[Saved entries]
---

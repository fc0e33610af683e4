/* Tests of addin/checksum.c. */
#include "cells.h"

#include "../../addin/checksum.h"

static uint64_t of(value v)
{
    return checksum_of(&v, 1);
}

/* FNV-1a of nothing is its offset basis (Fowler, Noll & Vo), written as 16 digits */
static void known_answers(void **state)
{
    (void)state;
    pool p = { 0 };
    assert_true(checksum_of(NULL, 0) == UINT64_C(0xcbf29ce484222325));
    assert_string_equal(checksum_text(NULL, 0, &p), "cbf29ce484222325");
    p.fail_at = p.taken + 1;
    assert_null(checksum_text(NULL, 0, &p));
    pool_empty(&p);
}

static void every_cell_counts(void **state)
{
    (void)state;
    pool p = { 0 };
    uint64_t plain = of(cells(&p, "1,2;3,4"));
    assert_true(plain == of(cells(&p, "1,2;3,4")));
    assert_true(plain != of(cells(&p, "1,2;3,5")));
    assert_true(plain != of(cells(&p, "1,2,3,4")));
    assert_true(plain != of(cells(&p, "1,3;2,4")));
    assert_true(plain != of(cells(&p, "1,2;3,\"4\"")));
    assert_true(plain != of(cells(&p, "1,2;3,")));
    assert_true(of(cells(&p, "a;b")) != of(cells(&p, "ab;")));
    pool_empty(&p);
}

static void what_does_not_count(void **state)
{
    (void)state;
    pool p = { 0 };
    assert_true(of(number(3)) == of(cells(&p, "3")));
    assert_true(of(text("plain")) == of(cells(&p, "plain")));
    assert_true(of(number(-0.0)) == of(number(0)));
    const value two[] = { number(1), nothing() }, shifted[] = { nothing(), number(1) };
    assert_true(checksum_of(two, 2) == checksum_of(two, 1));
    assert_true(checksum_of(shifted, 2) != checksum_of(two, 1));
    pool_empty(&p);
}

int main(void)
{
    const struct CMUnitTest tests[] = {
        cmocka_unit_test(known_answers),
        cmocka_unit_test(every_cell_counts),
        cmocka_unit_test(what_does_not_count),
    };
    return cmocka_run_group_tests(tests, NULL, NULL);
}
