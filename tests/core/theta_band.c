/* The band of a parameter against that of tau, mapped by the inverse of the family. */
#include "table.h"

#include "../../src/theta_band.h"

/* Slopes known in closed form: gumbel 1/(1-tau)^2, clayton 2/(1-tau)^2, gaussian pi/2 cos(pi
 * tau/2), fgm 9/2; frank, joe, amh and plackett by the inverse of d tau / d theta. */
static double slope_by_inverse(const family *f, double tau)
{
    double theta, up, down;
    assert_int_equal(f->theta_from_tau(tau, &theta), OK);
    double step = 1e-4 * theta;
    assert_int_equal(f->tau_from_theta(theta + step, &up), OK);
    assert_int_equal(f->tau_from_theta(theta - step, &down), OK);
    return 2 * step / (up - down);
}

static void slopes(void **state)
{
    (void)state;
    const double pi = acos(-1);
    for (double tau = 0.0007; tau < 0.995; tau += 0.031) {
        double slope, square = (1 - tau) * (1 - tau);
        assert_int_equal(theta_slope(family_named("gumbel"), tau, &slope), OK);
        assert_close(slope, 1 / square, 2e-9);
        assert_int_equal(theta_slope(family_named("clayton"), tau, &slope), OK);
        assert_close(slope, 2 / square, 2e-9);
        assert_int_equal(theta_slope(family_named("gaussian"), tau, &slope), OK);
        assert_close(slope, pi / 2 * cos(pi / 2 * tau), 1e-6);
        assert_int_equal(theta_slope(family_named("t"), -tau, &slope), OK);
        assert_close(slope, pi / 2 * cos(pi / 2 * tau), 1e-6);
        static const char *const words[] = { "frank", "plackett" };
        for (int k = 0; k < 2; k++) {
            const family *f = family_named(words[k]);
            assert_int_equal(theta_slope(f, tau, &slope), OK);
            assert_close(slope, slope_by_inverse(f, tau), 1e-7);
        }
        if (tau > 0.33) continue;
        assert_int_equal(theta_slope(family_named("amh"), tau, &slope), OK);
        assert_close(slope, slope_by_inverse(family_named("amh"), tau), 1e-6);
        if (tau > 0.22) continue;
        assert_int_equal(theta_slope(family_named("fgm"), tau, &slope), OK);
        assert_close(slope, 4.5, 1e-9);
    }
    double slope;
    assert_int_equal(theta_slope(family_named("gumbel"), 0, &slope), OK);      /* an end */
    assert_close(slope, 1, 1e-7);
    assert_int_equal(theta_slope(family_named("gaussian"), 1, &slope), OK);
    assert_within(slope, 0, 1e-7);
    assert_int_equal(theta_slope(family_named("gumbel"), 0.99999999, &slope), OK);
    assert_close(slope, 1e16, 1e-6);
}

/* Hollander & Wolfe's (1973) nine pairs: tau 4/9, gumbel 9/5 */
static const double X[] = { 44.4, 45.9, 41.9, 53.3, 44.7, 44.1, 50.7, 45.2, 60.1 };
static const double Y[] = { 2.6, 3.1, 2.5, 5.0, 3.6, 4.0, 5.2, 2.8, 3.8 };

static void limits_are_mapped(void **state)
{
    (void)state;
    pool p = { 0 };
    struct theta_band b;
    struct tau_band tau;
    assert_int_equal(tau_band(X, Y, 9, 0.5, BAND_FREE, 1, &tau, &p), OK);
    assert_int_equal(theta_band(family_named("gumbel"), X, Y, 9, 0.5, BAND_FREE, 1, &b, &p), OK);
    assert_close(b.theta, 1.8, 1e-14);
    assert_close(b.low, 1 / (1 - tau.low), 1e-14);
    assert_close(b.high, 1 / (1 - tau.high), 1e-14);
    assert_close(b.error, tau.error * 3.24, 1e-9);
    assert_false(b.low_cut || b.high_cut);
    assert_int_equal(b.tau.used, 9);
    pool_empty(&p);
}

/* A wide band: the low end of tau is below 0, that of the high one at 1. */
static void limits_are_cut(void **state)
{
    (void)state;
    pool p = { 0 };
    struct theta_band b;
    assert_int_equal(theta_band(family_named("gumbel"), X, Y, 9, 0.999, BAND_FREE, 1, &b, &p), OK);
    assert_same(b.tau.high, 1);
    assert_true(b.low_cut && b.high_cut);
    assert_same(b.low, 1);
    assert_true(isnan(b.high));
    const family *gaussian = family_named("gaussian");
    assert_int_equal(theta_band(gaussian, X, Y, 9, 0.999, BAND_FREE, 1, &b, &p), OK);
    assert_same(b.high, 1);
    assert_false(b.low_cut || b.high_cut);
    assert_int_equal(theta_band(family_named("fgm"), X, Y, 9, 0.9, BAND_FREE, 1, &b, &p),
                     OUT_OF_DOMAIN);
    assert_close(b.tau.tau, 4.0 / 9, 1e-15);
    pool_empty(&p);
}

static void every_take_can_fail(void **state)
{
    (void)state;
    for (size_t fail_at = 1;; fail_at++) {
        pool p = { .fail_at = fail_at };
        struct theta_band b;
        status s = theta_band(family_named("joe"), X, Y, 9, 0.9, BAND_JACKKNIFE, 1, &b, &p);
        bool failed = p.taken >= fail_at;
        pool_empty(&p);
        assert_int_equal(s, failed ? NO_MEMORY : OK);
        if (!failed) break;
    }
}

int main(void)
{
    const struct CMUnitTest tests[] = {
        cmocka_unit_test(slopes), cmocka_unit_test(limits_are_mapped),
        cmocka_unit_test(limits_are_cut), cmocka_unit_test(every_take_can_fail),
    };
    return cmocka_run_group_tests(tests, NULL, NULL);
}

---

*Problem description*.
Please return every line in the data that includes the string "const".

*Answer box*.
    const value two[] = { number(1), nothing() }, shifted[] = { nothing(), number(1) };
    const struct CMUnitTest tests[] = {
static double slope_by_inverse(const family *f, double tau)
    const double pi = acos(-1);
        static const char *const words[] = { "frank", "plackett" };
            const family *f = family_named(words[k]);
static const double X[] = { 44.4, 45.9, 41.9, 53.3, 44.7, 44.1, 50.7, 45.2, 60.1 };
static const double Y[] = { 2.6, 3.1, 2.5, 5.0, 3.6, 4.0, 5.2, 2.8, 3.8 };
    const family *gaussian = family_named("gaussian");
    const struct CMUnitTest tests[] = {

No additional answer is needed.